以前的泥巴地面已经刷上了一层薄薄的水泥,倒也平整。父亲作为一家之主,在家里拥有绝对权威。各人有各人的活法。这么多年,父亲当了一辈子工人,到快退休的时候下了岗,也没听他抱怨什么。母亲虽然整天在家抱怨,但我从没听见过他们闹离婚的事。有时,我也弄不明白,为什么读过一些书的人还不会处理问题呢?后来,我又悟出一点儿道道来:没文化的人有没文化人的沟通方式,吵架就是一种重要的沟通方式,通过吵架,把该说的该出的怨气都发了出来,过日子明镜似的。读书人就不同了,有个自尊和面子问题,害怕吵架或者不屑于吵架,最后误会和隔阂越来越深,到最后爆发的时候,如溃口的大堤,一泻千里,势不可挡,本来就脆弱的心理防线哪里还招架得住?
睡在母亲铺好的床上,暖烘烘的,昏黄的小灯泡被一根细电线悬着,弥漫开来的是禁锢已久的往事。
我睡不着,下床来想找本书看看。
拉开抽屉,里面除了游泳香烟的空烟盒再就是破袜子之类,连个写了字的小纸片都找不到,哪里像自己家里,到处放的都是杂志报纸。我的视线落在了床底下,好像有个木箱,说不定里面能翻出几本小弟以前买的旧杂志什么的。
果真是一大箱的书本。不单有小弟的,就连我以前读初中的作文本也看到了。我有些兴奋,蹲下身,在暗暗的光线下细细翻阅着。

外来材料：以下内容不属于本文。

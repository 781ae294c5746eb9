/*
 * Secret sharing against RFC 9591 appendix E.3 and the published vectors of an open specification for distributed key
 * generation over the same group: shares, Lagrange coefficients in scalars and in the exponent, commitments.
 */
#include "tests/hex.h"
#include "tests/vectors/rfc9591.h"

#include "server/custody/group.h"

static void shares_of_the_polynomial(void **state)
{
	(void)state;
	uint8_t coef[2][32], share[32], c[2][32], y[32], want[32];
	unhex(rfc9591_secret, coef[0], 32);
	unhex(rfc9591_coefficient, coef[1], 32);
	assert_true(group_mul_base(c[0], coef[0]));
	assert_true(group_mul_base(c[1], coef[1]));
	same_hex(c[0], rfc9591_public, 32);
	for (uint64_t i = 1; i <= 3; i++) {
		group_poly_eval(share, (const uint8_t(*)[32])coef, 2, i);
		same_hex(share, rfc9591_shares[i - 1], 32);
		assert_true(group_mul_base(want, share));
		assert_true(group_poly_point(y, (const uint8_t(*)[32])c, 2, i));
		assert_memory_equal(y, want, 32);
	}
}

static void lagrange_gives_the_secret(void **state)
{
	(void)state;
	static const uint32_t sets[][3] = {{1, 2}, {1, 3}, {2, 3}, {3, 1}, {1, 2, 3}};
	for (size_t k = 0; k < sizeof sets / sizeof *sets; k++) {
		size_t n = sets[k][2] ? 3 : 2;
		uint8_t sum[32] = {0}, point[32], lambda[32], share[32], term[32];
		for (size_t i = 0; i < n; i++) {
			assert_true(group_lagrange(lambda, sets[k], n, i));
			unhex(rfc9591_shares[sets[k][i] - 1], share, 32);
			group_scalar_mul(term, lambda, share);
			group_scalar_add(sum, sum, term);
			assert_true(group_mul_base(share, share));
			assert_true(group_mul(term, lambda, share));
			if (i == 0)
				memcpy(point, term, 32);
			else
				assert_true(group_add(point, point, term));
		}
		same_hex(sum, rfc9591_secret, 32);
		same_hex(point, rfc9591_public, 32);
	}
}

/* One run of distributed generation: group key, public shares, secret shares, from the published commitments. */
static void check_run(const char *group, const char *const *commitments, const char *const *share,
                      const char *const *point, uint32_t n, uint32_t k)
{
	uint8_t sum[8][32], c[32], y[32], s[32], lambda[32], total[32] = {0};
	uint32_t index[8];
	for (uint32_t m = 0; m < k; m++)
		for (uint32_t i = 0; i < n; i++) {
			unhex(commitments[i * k + m], c, 32);
			if (i == 0)
				memcpy(sum[m], c, 32);
			else
				assert_true(group_add(sum[m], sum[m], c));
		}
	same_hex(sum[0], group, 32);
	for (uint32_t j = 0; j < n; j++) {
		assert_true(group_poly_point(y, (const uint8_t(*)[32])sum, k, j + 1));
		same_hex(y, point[j], 32);
		unhex(share[j], s, 32);
		assert_true(group_mul_base(y, s));
		same_hex(y, point[j], 32);
		index[j] = j + 1;
	}
	for (uint32_t j = 0; j < k; j++) { /* the last k custodians */
		assert_true(group_lagrange(lambda, index + n - k, k, j));
		unhex(share[n - k + j], s, 32);
		group_scalar_mul(s, s, lambda);
		group_scalar_add(total, total, s);
	}
	assert_true(group_mul_base(y, total));
	same_hex(y, group, 32);
}

static void distributed_generation(void **state)
{
	(void)state;
	const char *share[8], *point[8];
	for (int j = 0; j < 3; j++) {
		share[j] = dkg0_out[j].share;
		point[j] = dkg0_out[j].point;
	}
	check_run(dkg0_group, &dkg0_commitments[0][0], share, point, 3, 2);
	for (int j = 0; j < 5; j++) {
		share[j] = dkg1_out[j].share;
		point[j] = dkg1_out[j].point;
	}
	check_run(dkg1_group, &dkg1_commitments[0][0], share, point, 5, 3);
}

int main(void)
{
	const struct CMUnitTest tests[] = {
	    cmocka_unit_test(shares_of_the_polynomial),
	    cmocka_unit_test(lagrange_gives_the_secret),
	    cmocka_unit_test(distributed_generation),
	};
	struct qb_error e = {0};
	if (secret_setup(&e) != QB_OK)
		return 1;
	return cmocka_run_group_tests(tests, NULL, NULL);
}
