/* Lines of the report for terminals, and the part of both reports that tells the course of the campaign (course.c). */
#ifndef QB_CLIENT_REPORT_LINES_H
#define QB_CLIENT_REPORT_LINES_H

#include "server/base/buf.h"
#include "server/base/json.h"

/* Wraps at blanks; continuation lines start under the text. */
void lines_wrap(struct buf *out, const char *lead, const char *text);
void lines_heading(struct buf *out, const char *text);

/* Incidents and whatever else is in the document's `course`; nothing when it has none. */
void course_html(struct buf *out, const json_t *doc);
void course_text(struct buf *out, const json_t *doc);

/* Who held the key, and the register of every campaign: the document's `course.custody` and `course.register`. */
void register_html(struct buf *out, const json_t *doc);
void register_text(struct buf *out, const json_t *doc);

#endif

假如不回娘家,假如不睡在家里,假如不是睡不着觉,那么,可能一切都尘封在这口旧木箱里。
我手中,紧紧攥着一大摞信,是钟新写给我的,从未开启过。
手微微颤抖起来,这些信,来自很久以前的年代,那个年代,我还是一名中学生,喜欢穿一件淡蓝色的连衣裙,成绩优异,明净的眼神如一泓清泉。
灯泡也许为我的颤抖而摇晃起来,是我感觉自己在摇晃,灯影里昏暗里是年少最真实最纯洁的情怀,我就像看一部黑白电影。
信纸上写着:
齐师莹同学你好:
我是钟新。你还记得这个名字吗?希望你还记得我。很抱歉,我不是伟人,但是,我希望你能记得我。